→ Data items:
┌──
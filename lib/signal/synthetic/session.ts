// Seeded, deterministic generator of golf practice sessions in recording CSV format 1 (for tests, the benchmark
// and demo data). Everything it produces is invented.
//
// The body weight is split between the feet by a lead-foot share f(t) and, inside each foot, between heel and toe
// by a heel share; each control moves between key frames along a cosine ease (track.ts). The movements are in
// moves.ts. The truth is the generator's own construction, never the detector's thresholds: address = the start of
// the takeaway move, top = the key frame where every control turns (the most trail-ward COP), transition / impact =
// top + D/6 and top + 5D/6 (the half-peak points of the eased lead-ward move of duration D, during which only the
// lead share moves, so COP X is linear in it), finish = the end of the follow-through move (the COP at rest).
import { builtinLayout } from '../layouts';
import type { EventName, Handedness, SensorLayout, Units } from '../types';
import { cleanCopX, geometry } from './geometry';
import { DISTRACTORS, idle, lift, PRE_SHOTS, relax, retee, setUp, swing, walk, type Distractor, type PreShot, type SwingDesign, type SwingKind } from './moves';
import { gaussian, prng } from './prng';
import { newTracks, syncTo } from './track';

export interface SessionOptions {
  seed: number;
  sampleRateHz: number;
  sensorsPerFoot: 8 | 16;
  units: Units;
  handedness: Handedness;
  stanceWidthMm: number;
  swings: number;
  withMarker: boolean;
  /** inserted before swing k: distractors[k % length] ('waggle' goes into that swing's address); with swings = 0
   *  every distractor is played once */
  distractors?: readonly Distractor[];
  /** pads the session with idle standing (slow weight shifts) up to this length, s */
  durationS?: number;
  bodyMassKg?: number;
  /** SD of the white noise added to every sensor, N */
  noiseN?: number;
  /** replaces the built-in pair-8 / pair-16 layout */
  layout?: SensorLayout;
  /** extra `# key: value` lines (free metadata) */
  metadata?: Record<string, string>;
  /** rows per chunk from chunks() */
  rowsPerChunk?: number;
  /** swing k's pre-shot routine: preShots[k % length] (default 'still'; the 'waggle' distractor keeps its own) */
  preShots?: readonly PreShot[];
  /** swing k is full or partial: kinds[k % length] (default 'full') */
  kinds?: readonly SwingKind[];
}

export interface TruthSwing {
  /** seconds on the recording's time axis */
  events: Record<EventName, number>;
  /** sample indexes of the same events */
  samples: Record<EventName, number>;
  /** design values: takeaway -> top and top -> impact durations, s */
  backswingS: number;
  downswingS: number;
  partial: boolean;
  /** the forward press's start (s) and its COP X travel toward the lead foot (mm, noise-free), or null */
  forwardPress: { timeS: number; sizeMm: number } | null;
  preShot: PreShot;
}

export interface Session {
  layout: SensorLayout;
  sampleRateHz: number;
  samples: number;
  durationS: number;
  /** the whole file as one string */
  csv(): string;
  /** the file in pieces of rowsPerChunk rows (the first piece holds metadata and header) */
  chunks(): Generator<string>;
  truth: { swings: TruthSwing[] };
}

function checkOptions(o: SessionOptions): void {
  if (!Number.isInteger(o.seed)) throw new RangeError(`seed must be an integer, got ${o.seed}`);
  if (!(o.sampleRateHz >= 20 && o.sampleRateHz <= 2000)) throw new RangeError(`sampleRateHz must be 20..2000, got ${o.sampleRateHz}`);
  if (o.sensorsPerFoot !== 8 && o.sensorsPerFoot !== 16 && !o.layout) throw new RangeError('sensorsPerFoot must be 8 or 16');
  if (o.units !== 'N' && o.units !== 'kPa') throw new RangeError(`units must be N or kPa, got ${o.units}`);
  if (o.handedness !== 'right' && o.handedness !== 'left') throw new RangeError(`handedness must be right or left`);
  if (!(o.stanceWidthMm >= 150 && o.stanceWidthMm <= 900)) throw new RangeError(`stanceWidthMm must be 150..900, got ${o.stanceWidthMm}`);
  if (!(Number.isInteger(o.swings) && o.swings >= 0)) throw new RangeError(`swings must be an integer >= 0, got ${o.swings}`);
  for (const d of o.distractors ?? []) if (!DISTRACTORS.includes(d)) throw new RangeError(`unknown distractor ${d}`);
  for (const p of o.preShots ?? []) if (!PRE_SHOTS.includes(p)) throw new RangeError(`unknown pre-shot routine ${p}`);
  for (const k of o.kinds ?? []) if (k !== 'full' && k !== 'partial') throw new RangeError(`unknown swing kind ${k}`);
  if (o.bodyMassKg !== undefined && !(o.bodyMassKg >= 20 && o.bodyMassKg <= 250)) throw new RangeError(`bodyMassKg must be 20..250, got ${o.bodyMassKg}`);
  if (o.noiseN !== undefined && !(o.noiseN >= 0 && o.noiseN <= 50)) throw new RangeError(`noiseN must be 0..50, got ${o.noiseN}`);
}

export function generateSession(opts: SessionOptions): Session {
  checkOptions(opts);
  const fs = opts.sampleRateHz;
  const layout = opts.layout ?? builtinLayout(opts.sensorsPerFoot === 16 ? 'pair-16' : 'pair-8');
  if (!layout) throw new RangeError('no built-in layout for that sensor count');
  const g = geometry(layout, opts.handedness);
  const rnd = prng(opts.seed);
  const distractors = opts.distractors ?? [];
  const preShots = opts.preShots ?? [];
  const kinds = opts.kinds ?? [];
  const tr = newTracks();
  syncTo(tr, 1.5);

  const slot = opts.durationS !== undefined && opts.swings > 0 ? opts.durationS / opts.swings : 0;
  const designs: (SwingDesign & { preShot: PreShot })[] = [];
  const play = (d: Distractor | null) => {
    if (d === 'walk') walk(tr, rnd, 4 + Math.floor(rnd() * 4));
    else if (d === 'step') lift(tr, rnd, 0.4 + rnd() * 0.2);
    else if (d === 'lift') lift(tr, rnd, 1.2 + rnd());
    else if (d === 'retee') retee(tr, rnd);
  };
  if (opts.swings === 0) {
    // no swing: every distractor once (a waggle is a set-up with waggles that ends without a swing)
    for (const d of distractors) {
      if (d === 'waggle') relax(tr, setUp(tr, rnd, 'still', true).t + 0.8);
      else play(d);
    }
    if (opts.durationS !== undefined && tr.lead.end < opts.durationS) idle(tr, rnd, opts.durationS);
  }
  for (let k = 0; k < opts.swings; k++) {
    const d = distractors.length ? distractors[k % distractors.length] : null;
    play(d);
    const preShot: PreShot = d === 'waggle' ? 'waggle' : preShots.length ? preShots[k % preShots.length] : 'still';
    const kind: SwingKind = kinds.length ? kinds[k % kinds.length] : 'full';
    designs.push({ ...swing(tr, rnd, preShot, kind, d === 'waggle'), preShot });
    if (slot > 0) {
      const until = (k + 1) * slot;
      if (tr.lead.end < until) idle(tr, rnd, until);
    }
  }
  if (opts.durationS !== undefined && tr.lead.end > opts.durationS + 1e-9) {
    throw new RangeError(`durationS ${opts.durationS} is too short for ${opts.swings} swings and the distractors (${tr.lead.end.toFixed(1)} s needed)`);
  }
  const endS = opts.durationS ?? tr.lead.end + 1.5;
  syncTo(tr, endS);
  const n = Math.floor(endS * fs) + 1;

  const lead = tr.lead.render(n, fs);
  const leadHeel = tr.leadHeel.render(n, fs);
  const trailHeel = tr.trailHeel.render(n, fs);
  const load = tr.load.render(n, fs);
  const bw = (opts.bodyMassKg ?? 75) * 9.81;
  const w = opts.stanceWidthMm;
  // slow postural sway: two sines on the lead share and on the heel shares (~1-2 mm, a few mm/s)
  const ph = [rnd(), rnd(), rnd(), rnd()].map((p) => p * 2 * Math.PI);
  const C = g.ids.length;
  const clean: Float64Array[] = g.ids.map(() => new Float64Array(n));
  for (let i = 0; i < n; i++) {
    const t = i / fs;
    const sway = 0.003 * Math.sin(2 * Math.PI * 0.23 * t + ph[0]) + 0.002 * Math.sin(2 * Math.PI * 0.61 * t + ph[1]);
    const fl = Math.min(1, Math.max(0, lead[i] + (lead[i] > 0.02 && lead[i] < 0.98 ? sway : 0)));
    const hs = 0.01 * Math.sin(2 * Math.PI * 0.31 * t + ph[2]);
    const hl = Math.min(1, Math.max(0, leadHeel[i] + hs));
    const ht = Math.min(1, Math.max(0, trailHeel[i] + 0.01 * Math.sin(2 * Math.PI * 0.37 * t + ph[3])));
    const total = bw * load[i];
    for (let c = 0; c < C; c++) {
      const foot = g.isLead[c] ? total * fl : total * (1 - fl);
      const h = g.isLead[c] ? hl : ht;
      clean[c][i] = foot * (g.isHeel[c] ? h : 1 - h) * g.weight[c];
    }
  }

  // the truth: the design times of each swing (moves.ts), with the impact marker on the design impact
  const idx = (t: number) => Math.min(n - 1, Math.max(0, Math.round(t * fs)));
  const xAt = (t: number) => cleanCopX(g, clean.map((c) => c[idx(t)]), w);
  const marker = new Uint8Array(n);
  const truth: TruthSwing[] = designs.map((d) => {
    const events: Record<EventName, number> = {
      address: d.takeaway,
      top: d.top,
      transition: d.top + d.downD / 6,
      impact: d.top + d.impactS,
      finish: d.finish,
    };
    marker[idx(events.impact)] = 1;
    const samples = {} as Record<EventName, number>;
    for (const [k, v] of Object.entries(events)) samples[k as EventName] = idx(v);
    events.impact = samples.impact / fs; // the marker sample is the impact a file can state
    const forwardPress = d.press ? { timeS: d.press.start, sizeMm: xAt(d.press.end) - xAt(d.press.start) } : null;
    return { events, samples, backswingS: d.top - d.takeaway, downswingS: d.impactS, partial: d.partial, forwardPress, preShot: d.preShot };
  });

  const noiseN = opts.noiseN ?? 0.6;
  const kpa = opts.units === 'kPa';
  const metaLines = [
    '# format: stanceline-insole/1',
    `# sample_rate_hz: ${fs}`,
    `# units: ${opts.units}`,
    `# handedness: ${opts.handedness}`,
    `# stance_width_mm: ${w}`,
    `# layout: ${layout.id}`,
    ...Object.entries(opts.metadata ?? {}).map(([k, v]) => `# ${k}: ${v}`),
  ];
  // columns in layout order: left sensors then right (geometry sorted them), as the header lists them
  const header = ['time_s', ...g.ids, ...(opts.withMarker ? ['impact'] : [])].join(',');
  const rowsPerChunk = opts.rowsPerChunk ?? 2000;
  const decimals = fs > 1000 ? 4 : 3;
  const noiseSeed = Math.floor(rnd() * 2 ** 31);

  function* chunks(): Generator<string> {
    const gauss = gaussian(prng(noiseSeed));
    yield `${metaLines.join('\n')}\n${header}\n`;
    const parts: string[] = [];
    const cells = new Array<string>(C + 2);
    for (let i = 0; i < n; i++) {
      cells[0] = (i / fs).toFixed(decimals);
      for (let c = 0; c < C; c++) {
        let v = clean[c][i] + noiseN * gauss();
        if (v < 0) v = 0;
        if (kpa) v = v / (g.area[c] * 0.001);
        cells[c + 1] = v.toFixed(2);
      }
      if (opts.withMarker) cells[C + 1] = marker[i] ? '1' : '0';
      parts.push(opts.withMarker ? cells.join(',') : cells.slice(0, C + 1).join(','));
      if (parts.length === rowsPerChunk) {
        yield `${parts.join('\n')}\n`;
        parts.length = 0;
      }
    }
    if (parts.length) yield `${parts.join('\n')}\n`;
  }

  return {
    layout,
    sampleRateHz: fs,
    samples: n,
    durationS: (n - 1) / fs,
    csv: () => Array.from(chunks()).join(''),
    chunks,
    truth: { swings: truth },
  };
}
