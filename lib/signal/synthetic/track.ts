// A control signal of the generator: key frames joined by eased moves. The cosine ease s(u) = (1 - cos(pi u)) / 2
// has zero velocity at both ends and a velocity ~ sin(pi u): peak at u = 1/2, half-peak at u = 1/6 and 5/6.

export const ease = (u: number) => (1 - Math.cos(Math.PI * u)) / 2;

/** Key frames joined by eased moves (hold = two frames with one value). */
export class Track {
  readonly t: number[] = [];
  readonly v: number[] = [];
  constructor(t0: number, v0: number) {
    this.t.push(t0);
    this.v.push(v0);
  }
  get last(): number {
    return this.v[this.v.length - 1];
  }
  get end(): number {
    return this.t[this.t.length - 1];
  }
  /** move to v, arriving at time t */
  to(t: number, v: number): this {
    if (t < this.end) throw new RangeError(`track key frame at ${t} s before ${this.end} s`);
    if (t > this.end) {
      this.t.push(t);
      this.v.push(v);
    } else this.v[this.v.length - 1] = v;
    return this;
  }
  holdUntil(t: number): this {
    return this.to(t, this.last);
  }
  render(n: number, fs: number): Float64Array {
    const out = new Float64Array(n);
    const T = this.t.length;
    let k = 0;
    for (let i = 0; i < n; i++) {
      const time = i / fs;
      while (k < T - 1 && this.t[k + 1] <= time) k++;
      out[i] = k >= T - 1 || time <= this.t[k] ? this.v[k] : this.v[k] + (this.v[k + 1] - this.v[k]) * ease((time - this.t[k]) / (this.t[k + 1] - this.t[k]));
    }
    return out;
  }
}

export interface Tracks {
  /** lead-foot share of the total, 0..1 */
  lead: Track;
  leadHeel: Track;
  trailHeel: Track;
  /** multiplies the body weight (bending, walking bumps) */
  load: Track;
}

export function newTracks(): Tracks {
  return { lead: new Track(0, 0.5), leadHeel: new Track(0, 0.5), trailHeel: new Track(0, 0.5), load: new Track(0, 1) };
}

export function syncTo(tr: Tracks, t: number): void {
  for (const k of Object.keys(tr) as (keyof Tracks)[]) tr[k].holdUntil(t);
}
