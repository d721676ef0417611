// Seeded randomness of the generator: mulberry32 (uniform in [0, 1)) and Box-Muller normals.

/** mulberry32: a small, fast, seeded PRNG in [0, 1) */
export function prng(seed: number): () => number {
  let a = seed >>> 0;
  return () => {
    a = (a + 0x6d2b79f5) >>> 0;
    let t = a;
    t = Math.imul(t ^ (t >>> 15), t | 1);
    t ^= t + Math.imul(t ^ (t >>> 7), t | 61);
    return ((t ^ (t >>> 14)) >>> 0) / 4294967296;
  };
}

/** Standard normal draws from a uniform source (Box-Muller, two normals per pair of uniforms). */
export function gaussian(rnd: () => number): () => number {
  let spare: number | null = null;
  return () => {
    if (spare !== null) {
      const s = spare;
      spare = null;
      return s;
    }
    const r = Math.sqrt(-2 * Math.log(1 - rnd()));
    const a = 2 * Math.PI * rnd();
    spare = r * Math.sin(a);
    return r * Math.cos(a);
  };
}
└──
→ Work to be completed:
Filter the entries above and copy only the lines that hold "sensorsPerFoot".

→ Answer section:
  sensorsPerFoot: 8 | 16;
  if (o.sensorsPerFoot !== 8 && o.sensorsPerFoot !== 16 && !o.layout) throw new RangeError('sensorsPerFoot must be 8 or 16');
  const layout = opts.layout ?? builtinLayout(opts.sensorsPerFoot === 16 ? 'pair-16' : 'pair-8');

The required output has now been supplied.